ACTION ITEM: Copy out exactly the lines below that run from the one holding "the diary and" to the one holding "from service.alerts.notices import", keeping both of those lines and no others.

DATA LISTING:

———

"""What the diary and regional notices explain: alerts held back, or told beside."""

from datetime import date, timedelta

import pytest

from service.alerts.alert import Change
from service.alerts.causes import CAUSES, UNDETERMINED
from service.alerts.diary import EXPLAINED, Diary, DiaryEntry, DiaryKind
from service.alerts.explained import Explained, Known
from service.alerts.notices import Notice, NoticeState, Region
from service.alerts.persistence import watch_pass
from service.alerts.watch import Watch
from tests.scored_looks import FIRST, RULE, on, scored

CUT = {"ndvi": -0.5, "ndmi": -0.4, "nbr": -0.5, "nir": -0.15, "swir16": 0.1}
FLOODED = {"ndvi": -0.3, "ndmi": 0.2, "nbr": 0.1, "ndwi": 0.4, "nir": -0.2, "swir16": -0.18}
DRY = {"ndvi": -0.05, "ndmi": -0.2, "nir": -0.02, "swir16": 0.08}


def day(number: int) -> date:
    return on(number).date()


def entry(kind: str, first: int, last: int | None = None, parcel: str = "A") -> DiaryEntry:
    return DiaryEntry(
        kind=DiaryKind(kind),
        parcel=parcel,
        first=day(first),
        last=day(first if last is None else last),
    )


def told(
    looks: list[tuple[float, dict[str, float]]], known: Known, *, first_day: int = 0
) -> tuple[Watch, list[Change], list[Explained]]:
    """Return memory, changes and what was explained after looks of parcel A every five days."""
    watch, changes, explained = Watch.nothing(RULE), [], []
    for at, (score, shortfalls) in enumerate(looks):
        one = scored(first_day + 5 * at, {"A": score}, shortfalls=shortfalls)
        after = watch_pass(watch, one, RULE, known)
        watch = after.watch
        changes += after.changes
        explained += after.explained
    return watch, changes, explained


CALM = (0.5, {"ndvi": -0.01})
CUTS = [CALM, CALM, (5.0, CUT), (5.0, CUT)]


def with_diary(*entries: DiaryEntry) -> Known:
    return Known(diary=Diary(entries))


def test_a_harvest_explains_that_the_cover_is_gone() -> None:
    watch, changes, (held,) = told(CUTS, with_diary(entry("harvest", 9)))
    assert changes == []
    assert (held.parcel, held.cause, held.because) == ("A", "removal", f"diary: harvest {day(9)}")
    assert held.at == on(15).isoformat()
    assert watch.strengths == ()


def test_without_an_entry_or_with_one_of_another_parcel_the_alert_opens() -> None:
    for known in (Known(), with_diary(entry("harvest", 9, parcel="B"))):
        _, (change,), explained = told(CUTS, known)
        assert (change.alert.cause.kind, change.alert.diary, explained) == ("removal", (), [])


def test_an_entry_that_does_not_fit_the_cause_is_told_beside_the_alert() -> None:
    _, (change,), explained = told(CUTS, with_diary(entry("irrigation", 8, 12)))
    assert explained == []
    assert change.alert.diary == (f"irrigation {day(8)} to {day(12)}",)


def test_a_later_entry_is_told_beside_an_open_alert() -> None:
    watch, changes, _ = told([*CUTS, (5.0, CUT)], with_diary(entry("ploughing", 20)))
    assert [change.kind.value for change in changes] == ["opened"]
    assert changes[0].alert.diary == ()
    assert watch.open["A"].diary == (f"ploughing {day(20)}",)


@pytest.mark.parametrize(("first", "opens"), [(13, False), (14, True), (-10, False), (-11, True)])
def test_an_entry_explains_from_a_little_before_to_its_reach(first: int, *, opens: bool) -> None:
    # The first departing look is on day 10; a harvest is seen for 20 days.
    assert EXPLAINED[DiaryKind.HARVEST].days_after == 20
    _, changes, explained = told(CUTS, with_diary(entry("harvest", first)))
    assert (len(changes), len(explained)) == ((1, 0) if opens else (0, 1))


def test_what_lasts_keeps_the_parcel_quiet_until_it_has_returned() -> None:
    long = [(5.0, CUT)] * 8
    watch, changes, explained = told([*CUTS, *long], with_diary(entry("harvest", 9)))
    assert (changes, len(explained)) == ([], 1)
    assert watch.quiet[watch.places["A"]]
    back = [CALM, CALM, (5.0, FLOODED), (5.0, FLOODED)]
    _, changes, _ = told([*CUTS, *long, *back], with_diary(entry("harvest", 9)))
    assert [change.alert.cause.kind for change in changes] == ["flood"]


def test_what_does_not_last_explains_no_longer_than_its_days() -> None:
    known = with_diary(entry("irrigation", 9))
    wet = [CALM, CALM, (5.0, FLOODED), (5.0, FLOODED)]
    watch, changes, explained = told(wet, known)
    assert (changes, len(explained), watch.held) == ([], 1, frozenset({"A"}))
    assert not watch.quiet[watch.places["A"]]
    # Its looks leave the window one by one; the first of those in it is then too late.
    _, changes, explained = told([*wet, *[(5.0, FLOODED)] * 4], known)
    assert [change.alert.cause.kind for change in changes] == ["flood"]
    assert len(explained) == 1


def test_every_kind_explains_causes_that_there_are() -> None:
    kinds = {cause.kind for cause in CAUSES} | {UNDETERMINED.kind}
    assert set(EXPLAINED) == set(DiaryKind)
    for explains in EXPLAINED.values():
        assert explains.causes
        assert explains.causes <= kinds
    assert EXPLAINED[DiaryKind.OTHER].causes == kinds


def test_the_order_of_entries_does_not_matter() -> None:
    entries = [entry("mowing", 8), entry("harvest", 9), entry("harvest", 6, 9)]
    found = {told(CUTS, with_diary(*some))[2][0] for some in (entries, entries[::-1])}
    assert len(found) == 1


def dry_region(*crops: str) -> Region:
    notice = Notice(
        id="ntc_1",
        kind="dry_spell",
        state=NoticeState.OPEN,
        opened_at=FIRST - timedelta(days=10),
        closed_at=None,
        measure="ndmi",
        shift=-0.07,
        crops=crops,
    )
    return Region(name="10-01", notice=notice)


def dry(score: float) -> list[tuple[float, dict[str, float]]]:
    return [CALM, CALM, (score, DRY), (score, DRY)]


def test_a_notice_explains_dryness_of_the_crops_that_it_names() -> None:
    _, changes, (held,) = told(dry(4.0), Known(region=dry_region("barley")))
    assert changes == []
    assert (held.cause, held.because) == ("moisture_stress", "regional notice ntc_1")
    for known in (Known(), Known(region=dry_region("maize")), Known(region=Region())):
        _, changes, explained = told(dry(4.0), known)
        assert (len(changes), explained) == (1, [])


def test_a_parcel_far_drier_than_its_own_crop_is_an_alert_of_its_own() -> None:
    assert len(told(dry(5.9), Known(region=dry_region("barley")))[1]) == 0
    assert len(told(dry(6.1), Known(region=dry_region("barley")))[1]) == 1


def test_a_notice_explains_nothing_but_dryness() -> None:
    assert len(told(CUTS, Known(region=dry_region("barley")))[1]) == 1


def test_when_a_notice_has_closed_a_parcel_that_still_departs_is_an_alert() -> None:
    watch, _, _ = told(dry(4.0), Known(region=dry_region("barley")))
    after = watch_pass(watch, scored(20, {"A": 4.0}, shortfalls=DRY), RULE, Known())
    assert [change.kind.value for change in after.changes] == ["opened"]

———

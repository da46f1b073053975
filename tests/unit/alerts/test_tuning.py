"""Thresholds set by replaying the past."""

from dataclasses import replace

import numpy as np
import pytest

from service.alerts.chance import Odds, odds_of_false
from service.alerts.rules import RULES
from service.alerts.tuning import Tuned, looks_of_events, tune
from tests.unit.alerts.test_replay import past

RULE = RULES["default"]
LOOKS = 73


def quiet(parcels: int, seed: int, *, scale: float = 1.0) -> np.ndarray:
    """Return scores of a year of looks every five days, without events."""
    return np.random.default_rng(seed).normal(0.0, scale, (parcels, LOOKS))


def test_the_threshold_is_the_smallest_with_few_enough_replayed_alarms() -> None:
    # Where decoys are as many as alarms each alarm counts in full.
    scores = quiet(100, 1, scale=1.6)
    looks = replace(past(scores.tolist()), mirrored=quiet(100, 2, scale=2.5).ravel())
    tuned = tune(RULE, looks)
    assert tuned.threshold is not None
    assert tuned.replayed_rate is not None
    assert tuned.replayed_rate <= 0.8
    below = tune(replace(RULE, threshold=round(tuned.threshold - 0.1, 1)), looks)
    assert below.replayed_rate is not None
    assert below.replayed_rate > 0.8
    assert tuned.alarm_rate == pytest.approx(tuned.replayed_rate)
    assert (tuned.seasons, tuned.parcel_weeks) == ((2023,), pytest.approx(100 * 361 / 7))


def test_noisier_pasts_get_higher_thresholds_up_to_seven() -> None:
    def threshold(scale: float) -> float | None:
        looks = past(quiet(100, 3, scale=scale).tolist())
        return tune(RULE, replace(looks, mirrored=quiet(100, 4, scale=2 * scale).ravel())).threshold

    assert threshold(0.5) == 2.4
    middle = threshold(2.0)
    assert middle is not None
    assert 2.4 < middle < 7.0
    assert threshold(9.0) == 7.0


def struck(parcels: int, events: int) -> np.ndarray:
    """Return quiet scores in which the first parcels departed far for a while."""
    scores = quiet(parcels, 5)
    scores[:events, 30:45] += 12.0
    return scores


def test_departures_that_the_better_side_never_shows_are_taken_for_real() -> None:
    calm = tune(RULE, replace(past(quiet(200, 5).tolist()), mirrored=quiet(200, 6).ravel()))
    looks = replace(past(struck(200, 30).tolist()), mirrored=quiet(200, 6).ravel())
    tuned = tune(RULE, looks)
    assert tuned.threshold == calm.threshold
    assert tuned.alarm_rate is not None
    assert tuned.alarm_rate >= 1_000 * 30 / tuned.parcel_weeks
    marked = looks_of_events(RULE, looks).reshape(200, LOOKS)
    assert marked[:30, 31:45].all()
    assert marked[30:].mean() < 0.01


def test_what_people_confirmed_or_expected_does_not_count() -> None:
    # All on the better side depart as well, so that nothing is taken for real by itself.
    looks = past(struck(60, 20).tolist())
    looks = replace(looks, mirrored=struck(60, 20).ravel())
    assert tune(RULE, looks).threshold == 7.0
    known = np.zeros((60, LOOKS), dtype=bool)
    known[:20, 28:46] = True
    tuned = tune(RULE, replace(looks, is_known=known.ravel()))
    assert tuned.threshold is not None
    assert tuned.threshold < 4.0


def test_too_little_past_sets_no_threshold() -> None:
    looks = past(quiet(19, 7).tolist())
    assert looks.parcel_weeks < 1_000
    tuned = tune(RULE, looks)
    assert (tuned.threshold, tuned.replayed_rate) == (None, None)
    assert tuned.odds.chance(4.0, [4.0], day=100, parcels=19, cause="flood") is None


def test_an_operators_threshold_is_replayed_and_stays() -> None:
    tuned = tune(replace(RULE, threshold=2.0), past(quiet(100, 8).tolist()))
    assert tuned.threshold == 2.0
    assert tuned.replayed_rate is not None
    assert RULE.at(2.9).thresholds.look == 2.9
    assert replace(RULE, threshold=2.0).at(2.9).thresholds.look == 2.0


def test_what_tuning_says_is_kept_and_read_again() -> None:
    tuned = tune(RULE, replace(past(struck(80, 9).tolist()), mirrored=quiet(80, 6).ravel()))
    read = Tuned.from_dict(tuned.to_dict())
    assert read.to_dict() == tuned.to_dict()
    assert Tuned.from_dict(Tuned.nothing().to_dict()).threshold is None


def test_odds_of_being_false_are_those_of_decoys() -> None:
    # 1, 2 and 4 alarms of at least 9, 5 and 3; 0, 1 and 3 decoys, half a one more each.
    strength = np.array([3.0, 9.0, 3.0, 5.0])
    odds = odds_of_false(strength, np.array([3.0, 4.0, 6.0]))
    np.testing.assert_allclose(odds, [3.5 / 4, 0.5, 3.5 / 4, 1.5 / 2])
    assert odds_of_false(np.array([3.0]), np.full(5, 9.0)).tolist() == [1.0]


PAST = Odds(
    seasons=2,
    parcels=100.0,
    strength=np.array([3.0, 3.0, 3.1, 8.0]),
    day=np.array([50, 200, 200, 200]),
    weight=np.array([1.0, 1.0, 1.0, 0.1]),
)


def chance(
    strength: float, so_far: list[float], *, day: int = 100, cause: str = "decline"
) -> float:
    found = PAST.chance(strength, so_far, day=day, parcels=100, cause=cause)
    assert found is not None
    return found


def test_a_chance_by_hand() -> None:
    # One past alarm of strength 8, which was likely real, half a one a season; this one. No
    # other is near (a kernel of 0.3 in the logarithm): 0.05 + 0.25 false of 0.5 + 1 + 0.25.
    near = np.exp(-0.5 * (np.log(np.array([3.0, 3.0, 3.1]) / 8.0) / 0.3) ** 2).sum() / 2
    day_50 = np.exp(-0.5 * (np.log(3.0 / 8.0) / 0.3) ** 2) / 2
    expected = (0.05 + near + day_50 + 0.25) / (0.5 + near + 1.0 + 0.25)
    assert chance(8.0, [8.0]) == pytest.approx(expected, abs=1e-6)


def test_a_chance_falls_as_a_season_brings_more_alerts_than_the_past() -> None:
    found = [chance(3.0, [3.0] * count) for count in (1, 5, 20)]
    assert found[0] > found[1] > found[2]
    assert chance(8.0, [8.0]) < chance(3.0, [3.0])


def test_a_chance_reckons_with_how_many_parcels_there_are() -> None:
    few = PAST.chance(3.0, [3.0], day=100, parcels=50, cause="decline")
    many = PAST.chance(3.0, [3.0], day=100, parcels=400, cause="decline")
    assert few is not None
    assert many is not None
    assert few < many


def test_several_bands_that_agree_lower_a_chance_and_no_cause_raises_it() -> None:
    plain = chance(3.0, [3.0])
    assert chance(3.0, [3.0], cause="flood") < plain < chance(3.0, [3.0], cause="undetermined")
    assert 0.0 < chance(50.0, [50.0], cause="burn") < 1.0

———

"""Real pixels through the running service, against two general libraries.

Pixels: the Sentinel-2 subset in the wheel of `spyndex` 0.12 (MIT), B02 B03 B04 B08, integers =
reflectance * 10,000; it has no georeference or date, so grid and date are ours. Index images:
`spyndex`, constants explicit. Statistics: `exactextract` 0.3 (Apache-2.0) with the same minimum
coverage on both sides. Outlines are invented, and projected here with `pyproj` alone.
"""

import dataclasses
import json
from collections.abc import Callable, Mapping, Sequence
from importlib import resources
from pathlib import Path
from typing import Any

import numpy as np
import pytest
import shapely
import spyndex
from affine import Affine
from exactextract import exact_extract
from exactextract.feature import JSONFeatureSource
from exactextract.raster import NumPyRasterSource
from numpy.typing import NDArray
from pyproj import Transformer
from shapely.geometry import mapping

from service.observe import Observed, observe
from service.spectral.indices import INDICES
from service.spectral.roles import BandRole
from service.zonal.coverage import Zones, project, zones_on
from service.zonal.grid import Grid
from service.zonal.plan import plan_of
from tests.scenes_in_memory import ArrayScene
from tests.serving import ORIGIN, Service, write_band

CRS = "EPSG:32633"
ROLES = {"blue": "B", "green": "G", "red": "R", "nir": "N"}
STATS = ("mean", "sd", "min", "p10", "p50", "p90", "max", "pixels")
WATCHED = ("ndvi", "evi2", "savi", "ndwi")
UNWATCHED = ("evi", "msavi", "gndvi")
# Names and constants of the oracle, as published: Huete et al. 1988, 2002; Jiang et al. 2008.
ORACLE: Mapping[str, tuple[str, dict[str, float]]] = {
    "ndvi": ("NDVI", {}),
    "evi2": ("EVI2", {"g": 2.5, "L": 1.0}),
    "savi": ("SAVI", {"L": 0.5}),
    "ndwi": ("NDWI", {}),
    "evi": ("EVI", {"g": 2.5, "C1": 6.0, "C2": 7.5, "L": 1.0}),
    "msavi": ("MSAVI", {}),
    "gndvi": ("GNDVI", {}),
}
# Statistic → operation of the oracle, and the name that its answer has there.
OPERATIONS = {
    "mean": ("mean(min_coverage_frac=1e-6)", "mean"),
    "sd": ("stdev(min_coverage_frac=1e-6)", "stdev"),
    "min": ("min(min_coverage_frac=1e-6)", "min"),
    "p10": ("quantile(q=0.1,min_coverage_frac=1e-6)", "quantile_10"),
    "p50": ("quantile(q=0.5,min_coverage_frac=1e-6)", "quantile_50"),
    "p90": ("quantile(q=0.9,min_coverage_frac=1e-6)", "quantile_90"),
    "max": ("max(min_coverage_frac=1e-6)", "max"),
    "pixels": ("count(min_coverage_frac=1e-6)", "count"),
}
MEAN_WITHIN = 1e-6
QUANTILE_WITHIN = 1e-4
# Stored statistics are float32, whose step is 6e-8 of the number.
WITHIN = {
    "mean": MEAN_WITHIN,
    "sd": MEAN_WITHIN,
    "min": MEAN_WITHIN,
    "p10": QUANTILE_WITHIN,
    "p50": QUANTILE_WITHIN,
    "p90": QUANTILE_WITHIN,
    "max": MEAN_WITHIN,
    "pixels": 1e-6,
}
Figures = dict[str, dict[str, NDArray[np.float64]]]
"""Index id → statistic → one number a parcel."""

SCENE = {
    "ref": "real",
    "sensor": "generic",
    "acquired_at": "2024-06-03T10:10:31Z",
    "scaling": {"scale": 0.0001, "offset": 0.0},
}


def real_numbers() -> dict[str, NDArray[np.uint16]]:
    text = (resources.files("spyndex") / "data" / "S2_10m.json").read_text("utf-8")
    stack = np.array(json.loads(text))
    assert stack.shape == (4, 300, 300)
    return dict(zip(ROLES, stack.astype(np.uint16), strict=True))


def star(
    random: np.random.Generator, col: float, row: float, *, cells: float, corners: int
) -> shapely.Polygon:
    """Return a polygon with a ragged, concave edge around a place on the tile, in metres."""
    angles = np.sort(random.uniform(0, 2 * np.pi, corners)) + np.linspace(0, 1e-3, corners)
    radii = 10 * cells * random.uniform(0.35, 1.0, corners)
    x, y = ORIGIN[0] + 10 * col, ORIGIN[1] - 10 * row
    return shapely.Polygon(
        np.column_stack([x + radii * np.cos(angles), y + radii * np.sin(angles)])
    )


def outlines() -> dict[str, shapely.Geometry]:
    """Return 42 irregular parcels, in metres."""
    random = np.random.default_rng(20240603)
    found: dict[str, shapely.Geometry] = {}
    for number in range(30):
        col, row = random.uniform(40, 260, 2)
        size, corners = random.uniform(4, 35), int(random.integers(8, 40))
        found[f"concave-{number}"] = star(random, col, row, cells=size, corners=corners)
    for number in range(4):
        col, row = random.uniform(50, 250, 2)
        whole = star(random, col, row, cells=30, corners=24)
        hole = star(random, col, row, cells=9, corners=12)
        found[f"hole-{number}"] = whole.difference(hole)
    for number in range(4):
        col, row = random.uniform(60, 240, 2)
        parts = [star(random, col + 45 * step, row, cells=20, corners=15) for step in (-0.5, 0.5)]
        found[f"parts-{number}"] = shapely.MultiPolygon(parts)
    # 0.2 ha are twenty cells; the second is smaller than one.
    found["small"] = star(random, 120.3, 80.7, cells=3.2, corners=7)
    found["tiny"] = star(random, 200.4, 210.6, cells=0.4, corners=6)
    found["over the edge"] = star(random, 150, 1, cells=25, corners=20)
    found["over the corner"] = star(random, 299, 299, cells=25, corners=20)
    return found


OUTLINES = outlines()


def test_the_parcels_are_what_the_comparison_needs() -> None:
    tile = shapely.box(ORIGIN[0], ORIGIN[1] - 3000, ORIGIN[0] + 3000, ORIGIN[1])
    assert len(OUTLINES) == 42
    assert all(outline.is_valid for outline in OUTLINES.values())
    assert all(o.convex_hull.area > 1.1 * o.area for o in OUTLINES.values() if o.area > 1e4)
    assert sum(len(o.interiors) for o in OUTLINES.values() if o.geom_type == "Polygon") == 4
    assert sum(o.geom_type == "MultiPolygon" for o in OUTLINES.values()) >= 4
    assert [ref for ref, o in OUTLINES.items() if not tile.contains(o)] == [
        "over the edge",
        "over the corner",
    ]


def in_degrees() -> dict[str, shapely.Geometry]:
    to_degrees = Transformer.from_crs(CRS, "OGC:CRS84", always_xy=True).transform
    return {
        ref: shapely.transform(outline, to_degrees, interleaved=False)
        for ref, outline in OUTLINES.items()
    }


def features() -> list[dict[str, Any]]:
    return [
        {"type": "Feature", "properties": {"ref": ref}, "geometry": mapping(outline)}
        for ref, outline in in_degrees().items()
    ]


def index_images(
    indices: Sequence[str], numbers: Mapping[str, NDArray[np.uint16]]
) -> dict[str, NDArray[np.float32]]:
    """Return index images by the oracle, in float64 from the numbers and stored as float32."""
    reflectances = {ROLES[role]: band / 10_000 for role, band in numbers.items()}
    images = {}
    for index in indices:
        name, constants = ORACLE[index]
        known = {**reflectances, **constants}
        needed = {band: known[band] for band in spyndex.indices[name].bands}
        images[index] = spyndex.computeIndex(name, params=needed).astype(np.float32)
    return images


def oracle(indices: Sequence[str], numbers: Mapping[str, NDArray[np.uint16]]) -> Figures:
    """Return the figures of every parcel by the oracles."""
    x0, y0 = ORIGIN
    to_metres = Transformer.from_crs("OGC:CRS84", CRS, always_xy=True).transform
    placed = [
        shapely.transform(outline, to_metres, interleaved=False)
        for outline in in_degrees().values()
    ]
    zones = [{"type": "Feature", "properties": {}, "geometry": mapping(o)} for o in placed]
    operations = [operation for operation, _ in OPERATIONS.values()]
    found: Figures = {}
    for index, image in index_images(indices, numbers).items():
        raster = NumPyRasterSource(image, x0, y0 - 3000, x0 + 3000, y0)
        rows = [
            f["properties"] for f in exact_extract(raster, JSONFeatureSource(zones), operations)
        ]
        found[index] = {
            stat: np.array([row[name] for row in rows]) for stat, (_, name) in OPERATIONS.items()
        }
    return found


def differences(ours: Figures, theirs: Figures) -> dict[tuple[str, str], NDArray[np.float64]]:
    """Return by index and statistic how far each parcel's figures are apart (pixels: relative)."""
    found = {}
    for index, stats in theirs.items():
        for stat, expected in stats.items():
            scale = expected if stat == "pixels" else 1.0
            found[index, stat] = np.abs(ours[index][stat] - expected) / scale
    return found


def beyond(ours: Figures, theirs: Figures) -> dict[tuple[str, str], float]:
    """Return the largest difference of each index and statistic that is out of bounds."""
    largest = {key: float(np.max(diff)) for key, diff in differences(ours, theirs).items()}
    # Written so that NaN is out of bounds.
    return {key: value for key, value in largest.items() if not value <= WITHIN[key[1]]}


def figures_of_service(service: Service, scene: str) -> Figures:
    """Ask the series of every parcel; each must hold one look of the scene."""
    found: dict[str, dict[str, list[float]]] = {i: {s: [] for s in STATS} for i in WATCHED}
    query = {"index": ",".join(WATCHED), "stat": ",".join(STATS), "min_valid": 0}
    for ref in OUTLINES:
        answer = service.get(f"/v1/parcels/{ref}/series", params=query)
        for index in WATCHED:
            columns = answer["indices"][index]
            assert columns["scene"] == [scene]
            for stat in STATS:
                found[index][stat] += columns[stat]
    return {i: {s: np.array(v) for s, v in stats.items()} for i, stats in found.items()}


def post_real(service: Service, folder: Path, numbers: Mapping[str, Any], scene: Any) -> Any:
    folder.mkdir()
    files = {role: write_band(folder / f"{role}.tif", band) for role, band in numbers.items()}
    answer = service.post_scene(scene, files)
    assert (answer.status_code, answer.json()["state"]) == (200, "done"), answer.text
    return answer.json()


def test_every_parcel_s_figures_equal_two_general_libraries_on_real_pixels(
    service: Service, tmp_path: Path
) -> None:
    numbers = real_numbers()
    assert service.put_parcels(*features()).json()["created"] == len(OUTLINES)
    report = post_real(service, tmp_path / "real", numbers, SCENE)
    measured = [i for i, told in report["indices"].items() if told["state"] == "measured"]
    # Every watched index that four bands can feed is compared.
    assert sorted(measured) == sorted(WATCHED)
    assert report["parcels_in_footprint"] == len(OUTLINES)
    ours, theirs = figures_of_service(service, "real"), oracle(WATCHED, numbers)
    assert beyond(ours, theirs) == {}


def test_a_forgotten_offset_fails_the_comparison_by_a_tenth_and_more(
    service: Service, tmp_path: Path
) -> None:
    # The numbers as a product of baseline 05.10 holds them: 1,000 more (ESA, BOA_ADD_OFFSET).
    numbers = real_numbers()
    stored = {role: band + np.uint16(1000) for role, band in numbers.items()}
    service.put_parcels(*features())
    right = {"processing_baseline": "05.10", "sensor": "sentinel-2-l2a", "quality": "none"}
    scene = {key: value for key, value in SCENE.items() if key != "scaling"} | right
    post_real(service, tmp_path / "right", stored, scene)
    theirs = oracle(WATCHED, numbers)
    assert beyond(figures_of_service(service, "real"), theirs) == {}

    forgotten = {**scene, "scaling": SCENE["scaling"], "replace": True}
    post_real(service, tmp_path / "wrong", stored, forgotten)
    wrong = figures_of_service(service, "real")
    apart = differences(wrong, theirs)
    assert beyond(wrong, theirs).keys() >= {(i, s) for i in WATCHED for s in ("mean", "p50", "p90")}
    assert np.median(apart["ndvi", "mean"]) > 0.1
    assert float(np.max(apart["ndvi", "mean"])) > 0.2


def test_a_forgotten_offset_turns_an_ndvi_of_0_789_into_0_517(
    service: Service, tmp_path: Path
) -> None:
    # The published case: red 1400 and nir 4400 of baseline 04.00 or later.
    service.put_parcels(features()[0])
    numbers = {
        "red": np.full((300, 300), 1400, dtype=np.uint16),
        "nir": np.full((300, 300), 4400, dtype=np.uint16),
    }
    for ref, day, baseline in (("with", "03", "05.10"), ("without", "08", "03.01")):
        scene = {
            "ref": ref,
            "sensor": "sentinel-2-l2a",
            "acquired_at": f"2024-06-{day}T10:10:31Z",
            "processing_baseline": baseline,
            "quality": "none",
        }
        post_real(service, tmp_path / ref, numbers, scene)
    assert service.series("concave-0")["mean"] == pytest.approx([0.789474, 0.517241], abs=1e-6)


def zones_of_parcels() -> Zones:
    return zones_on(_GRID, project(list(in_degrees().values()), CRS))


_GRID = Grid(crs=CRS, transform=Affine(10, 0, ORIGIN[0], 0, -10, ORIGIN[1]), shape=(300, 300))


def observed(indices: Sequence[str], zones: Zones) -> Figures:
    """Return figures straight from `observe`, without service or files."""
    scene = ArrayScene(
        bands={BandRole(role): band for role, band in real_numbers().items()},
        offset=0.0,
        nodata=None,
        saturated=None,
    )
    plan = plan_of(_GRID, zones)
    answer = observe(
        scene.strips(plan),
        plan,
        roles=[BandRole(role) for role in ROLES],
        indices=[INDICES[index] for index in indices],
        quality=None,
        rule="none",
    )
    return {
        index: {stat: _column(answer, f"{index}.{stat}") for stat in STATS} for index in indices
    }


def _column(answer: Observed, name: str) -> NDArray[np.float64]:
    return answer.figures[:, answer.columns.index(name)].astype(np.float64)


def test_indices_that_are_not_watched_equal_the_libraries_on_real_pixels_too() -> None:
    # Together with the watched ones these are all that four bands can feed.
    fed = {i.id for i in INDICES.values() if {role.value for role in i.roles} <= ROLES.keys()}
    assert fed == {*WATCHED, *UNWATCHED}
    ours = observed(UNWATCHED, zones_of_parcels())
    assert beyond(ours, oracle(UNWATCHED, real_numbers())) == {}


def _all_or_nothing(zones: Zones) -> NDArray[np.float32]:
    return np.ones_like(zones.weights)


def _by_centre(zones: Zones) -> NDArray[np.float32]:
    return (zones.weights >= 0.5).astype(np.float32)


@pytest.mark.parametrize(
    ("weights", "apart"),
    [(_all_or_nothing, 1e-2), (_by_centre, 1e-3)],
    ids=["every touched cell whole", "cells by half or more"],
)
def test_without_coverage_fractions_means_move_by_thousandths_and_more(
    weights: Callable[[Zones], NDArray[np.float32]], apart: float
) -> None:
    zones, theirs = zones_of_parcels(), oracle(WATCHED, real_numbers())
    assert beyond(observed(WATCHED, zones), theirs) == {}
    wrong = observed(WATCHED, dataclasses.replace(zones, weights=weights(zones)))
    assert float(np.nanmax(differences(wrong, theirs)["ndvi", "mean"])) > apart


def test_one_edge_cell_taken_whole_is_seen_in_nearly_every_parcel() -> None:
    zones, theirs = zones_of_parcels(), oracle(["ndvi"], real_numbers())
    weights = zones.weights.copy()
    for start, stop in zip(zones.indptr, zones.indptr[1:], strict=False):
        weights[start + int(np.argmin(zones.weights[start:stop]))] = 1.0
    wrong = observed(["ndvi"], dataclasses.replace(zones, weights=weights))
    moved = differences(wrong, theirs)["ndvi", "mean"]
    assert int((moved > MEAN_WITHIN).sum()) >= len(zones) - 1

———

YOUR SOLUTION:
"""What the diary and regional notices explain: alerts held back, or told beside."""

from datetime import date, timedelta

import pytest

from service.alerts.alert import Change
from service.alerts.causes import CAUSES, UNDETERMINED
from service.alerts.diary import EXPLAINED, Diary, DiaryEntry, DiaryKind
from service.alerts.explained import Explained, Known
from service.alerts.notices import Notice, NoticeState, Region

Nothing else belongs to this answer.